Award-winning feature film directed by Steven Soderbergh high flying birds Filmed entirely on the i-Phone, as well as its psychological horror movie crazy released in 2018.

Then there is the transgender movie tangerine About a transvestite sex worker who discovers that her boyfriend is cheating on her and she was completely filmed by 3 i-Phone 5S smartphones. But Owase is also interested in the traditional end of the screen.

The Kenya Film Commission wants production centers or audiovisual as we officially call them, set up in every county, and we already have them in Nyeri, Bomite, Owerri and Osin Geshu counties. ”

He argues that film editors, animators, and storytellers in other parts of the country would not have to travel to Nairobi to complete their productions if they had these hubs containing the necessary software at production centers in their counties.

Outgoing Machakos Governor Alfred Mutua took the film very seriously and created Machakos.

“The cultural departments of Kisumu, Embu, Nyeri, Mombasa, Nakuru, and Osin Gesho prefectures have also helped Kentucky work with people working in the film industry in these areas on art projects,” he said.

Owase hopes that upcoming rulers across the country will consider the importance of people telling their own stories in the film, as this creates cultural understanding.

He also talked about the windfall of revenue potential for the country if Kenya develops a suitable film industry like Nigeria or South Africa or creates a favorable ground for filmmaking by the international production houses in the country.

When a major movie is being shot in Kenya, talented support staff, hotels, transportation, logistics and legal services provided boost the economy and knowledge.

You’ll find up to 400 million Kenyan shillings ($46 million) spent in the country. ”

“We are also thinking of setting up a proper film academy one day, and hopefully the government will allocate money to films that talented filmmakers can easily access,” Awas says.

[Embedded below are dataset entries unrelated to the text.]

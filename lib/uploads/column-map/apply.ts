import { type ColumnMapSpecification, type MappedColumn } from '../../domain/column-map'
import { type Problem, type ReadingChannel } from '../../domain/intake'
import { absolutePressure } from '../../analysis/units/absolute-pressure'
import { molarFlowFromVolumeFlow } from '../../analysis/units/molar-flow-from-volume-flow'
import { unitFromAlias } from '../../analysis/units/unit-from-alias'
import { type Layout } from '../find-layout'
import { absenceOf, MISSING_NUMBER } from '../missing-words'
import { NumberColumn } from '../number-column'
import { readNumberText } from '../number-text'
import { type ProblemInput, ProblemList } from '../problem-list'
import { readRows } from '../read-rows'
import { type OpenedFile, type RawTable } from '../table'
import { readLongInjections } from './read-long-injections'
import { type AppliedReading, emptyReading, notNumber, notNumbered, nothingRead, overRange } from './applied-reading'
import { RowClock } from './row-clock'
import { orderByTime } from './order-by-time'

/** Reads all rows of a table as the specification says. Rows that cannot be read are listed and left out; values that cannot are missing. */
export async function applyColumnMap(
  file: OpenedFile,
  table: RawTable,
  layout: Layout,
  specification: ColumnMapSpecification,
): Promise<AppliedReading> {
  if (specification.kind === 'analyser' && specification.shape === 'long')
    return readLongInjections(file, table, layout, specification)
  return readWide(file, table, layout, specification)
}

interface NumberReader {
  readonly column: MappedColumn
  readonly name: string
  readonly unit: string
  readonly values: NumberColumn
  readonly censored: NumberColumn | null
  readonly toSi: (value: number) => number
  readonly minimumSi: number
  readonly maximumSi: number
}

async function readWide(
  file: OpenedFile,
  table: RawTable,
  layout: Layout,
  specification: ColumnMapSpecification,
): Promise<AppliedReading> {
  const problems = new ProblemList()
  const clock = new RowClock(specification, layout.preamble)
  const isLog = specification.kind === 'rig-log'
  const readers = specification.columns.flatMap((column) => numberReader(column, specification))
  const valve = isLog ? specification.columns.find((column) => column.meaning === 'valve') : undefined
  const numberColumn = isLog ? undefined : specification.columns.find((column) => column.meaning === 'injection-number')
  const bypass = new NumberColumn()
  const number = new NumberColumn()
  const sourceRow = new NumberColumn()
  const bypassWords = new Set(specification.bypassWords.map((word) => word.trim().toLowerCase()))
  const mark = specification.decimalMark
  if (clock.startFault !== null) return emptyReading(specification, [...add(problems, clock.startFault)])

  const { rowCount, problems: rowProblems } = await readRows(file, table, layout, (cells, line) => {
    const fault = clock.add(cells, line)
    if (fault !== null) return fault
    sourceRow.push(line)
    for (const reader of readers) {
      const cell = cells[reader.column.index] ?? ''
      const value = typeof cell === 'number' ? cell : readNumberText(cell, mark)
      if (value === null || value === MISSING_NUMBER) {
        const text = String(cell)
        const absence = absenceOf(text)
        reader.values.push(Number.NaN)
        reader.censored?.push(absence === 'censored' || text.trim() === '' ? 1 : 0)
        if (absence === null) problems.add(notNumber(line, reader.column, text, mark))
        else if (absence === 'over-range') problems.add(overRange(line, reader.column, text))
        continue
      }
      const si = reader.toSi(value)
      if (si >= reader.minimumSi && si <= reader.maximumSi) reader.values.push(si)
      else {
        reader.values.push(Number.NaN)
        problems.add(outOfRange(line, reader.column, String(cell), reader))
      }
      reader.censored?.push(0)
    }
    if (valve !== undefined) {
      const text = String(cells[valve.index] ?? '')
        .trim()
        .toLowerCase()
      // a word for a missing value says nothing of the valve, unless the map has it as one of its words
      const isBypass = bypassWords.has(text)
      bypass.push(isBypass ? 1 : absenceOf(text) === null ? 0 : Number.NaN)
    }
    if (!isLog) {
      const cell = numberColumn === undefined ? '' : (cells[numberColumn.index] ?? '')
      const read = typeof cell === 'number' ? cell : readNumberText(cell, mark)
      const value = read === MISSING_NUMBER ? null : read
      if (value === null && numberColumn !== undefined)
        problems.add(notNumbered(line, numberColumn, String(cell), sourceRow.length))
      number.push(value ?? sourceRow.length)
    }
    return 'good'
  })
  clock.settle()
  const all = [...problems.list(), ...rowProblems]
  const channels: ReadingChannel[] = [
    { name: 'time', unit: 's', values: clock.instants.toArray() },
    ...(isLog ? [] : [{ name: 'number', unit: '1', values: number.toArray() }]),
    { name: 'sourceRow', unit: '1', values: sourceRow.toArray() },
    ...(isLog ? [] : [{ name: 'lastSourceRow', unit: '1', values: sourceRow.toArray() }]),
    ...readers.map((reader) => ({ name: reader.name, unit: reader.unit, values: reader.values.toArray() })),
    ...readers.flatMap((reader) =>
      reader.censored === null || reader.column.species === null
        ? []
        : [{ name: `isCensored.${reader.column.species}`, unit: '1', values: reader.censored.toArray() }],
    ),
    ...(valve === undefined ? [] : [{ name: 'isBypass', unit: '1', values: bypass.toArray() }]),
  ]
  const ordered = orderByTime(channels, isLog ? 'row' : 'injection')
  return {
    kind: isLog ? 'rig-log' : 'injections',
    rowCount,
    channels: ordered.channels,
    problems: [...all, ...ordered.problems, ...nothingRead(rowCount)],
    specification,
    hasUnsettledHour: clock.hasUnsettledHour,
  }
}

function add(problems: ProblemList, input: ProblemInput): readonly Problem[] {
  problems.add(input)
  return problems.list()
}

function numberReader(column: MappedColumn, specification: ColumnMapSpecification): readonly NumberReader[] {
  const isLog = specification.kind === 'rig-log'
  const make = (
    name: string,
    unit: string,
    toSi: (value: number) => number,
    range: readonly [number, number],
    isCensorable = false,
  ): readonly NumberReader[] => [
    {
      column,
      name: column.channel === null ? name : `${name}@${column.channel}`,
      unit,
      values: new NumberColumn(),
      censored: isCensorable ? new NumberColumn() : null,
      toSi,
      minimumSi: range[0],
      maximumSi: range[1],
    },
  ]
  switch (column.meaning) {
    case 'bed-temperature':
    case 'set-temperature':
    case 'wall-temperature': {
      const unit = unitFromAlias(column.unit, 'temperature')
      const name = {
        'bed-temperature': 'bedTemperatureK',
        'set-temperature': 'setTemperatureK',
        'wall-temperature': 'wallTemperatureK',
      }[column.meaning]
      return unit === null || !isLog ? [] : make(name, 'K', unit.toSi, [0, 4_000])
    }
    case 'inlet-pressure':
    case 'outlet-pressure': {
      const unit = unitFromAlias(column.unit, 'pressure')
      const name = column.meaning === 'inlet-pressure' ? 'inletPressurePa' : 'outletPressurePa'
      const barometerPa = specification.barometerPa
      if (unit === null || !isLog || column.pressureKind === null) return []
      if (column.pressureKind === 'absolute') return make(name, 'Pa', unit.toSi, [0, 2e9])
      // a gauge without its barometer is asked for before this is reached
      if (barometerPa === null) return []
      return make(name, 'Pa', (value) => absolutePressure(unit.toSi(value), barometerPa), [0, 2e9])
    }
    case 'flow': {
      if (!isLog || column.species === null) return []
      const name = `flowMolPerS.${column.species}`
      const molar = unitFromAlias(column.unit, 'molar-flow')
      if (molar !== null) return make(name, 'mol/s', molar.toSi, [-1e6, 1e6])
      const volume = unitFromAlias(column.unit, 'volume-flow')
      const temperatureK = column.referenceTemperatureK
      const pressurePa = column.referencePressurePa
      if (volume === null || temperatureK === null || pressurePa === null) return []
      return make(
        name,
        'mol/s',
        (value) => molarFlowFromVolumeFlow(volume.toSi(value), { temperatureK, pressurePa }),
        [-1e6, 1e6],
      )
    }
    case 'area':
      return isLog || column.species === null
        ? []
        : make(`area.${column.species}`, 'count', (value) => value, [-1e300, 1e300], true)
    case 'mole-fraction': {
      const unit = unitFromAlias(column.unit, 'fraction')
      if (isLog || column.species === null || unit === null) return []
      return make(`moleFraction.${column.species}`, '1', unit.toSi, [-0.5, 1.5], true)
    }
    default:
      return []
  }
}

function outOfRange(line: number, column: MappedColumn, found: string, reader: NumberReader): ProblemInput {
  return {
    code: 'out-of-range',
    severity: 'problem',
    line,
    column: column.header,
    found,
    expected: `between ${String(reader.minimumSi)} and ${String(reader.maximumSi)} ${reader.unit}`,
    sentence: `Line ${String(line)}, “${column.header}”: ${found.slice(0, 40)} ${column.unit} cannot be. Is the unit right, or did the sensor fail? The value is taken as missing.`,
  }
}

Younger Kenyan filmmakers Kristin Savani and Bei Wangondo of Anno One Fine Day Films say such money will brighten up projects like their latest movie SupaStaz which was shown at Prestige Cinema in Nairobi earlier this month, given that it is very difficult to get on any screen movie. Made in Kenya.

Reluctantly, Awasei acknowledges that Kenyan creators have yet to find a single voice with which to approach other institutions and the government to negotiate their share of the resource share.

For example, the Arts Association of Kenya, which was tasked last December with bringing stakeholders in film and other creative sectors together, appears to have disbanded and turned into a training programme.

However, no one ever gave up, KFC still holds workshops jointly with the Kenya Media Council, to train Kenyan journalists on how to write about the film, because all creative work needs publicity.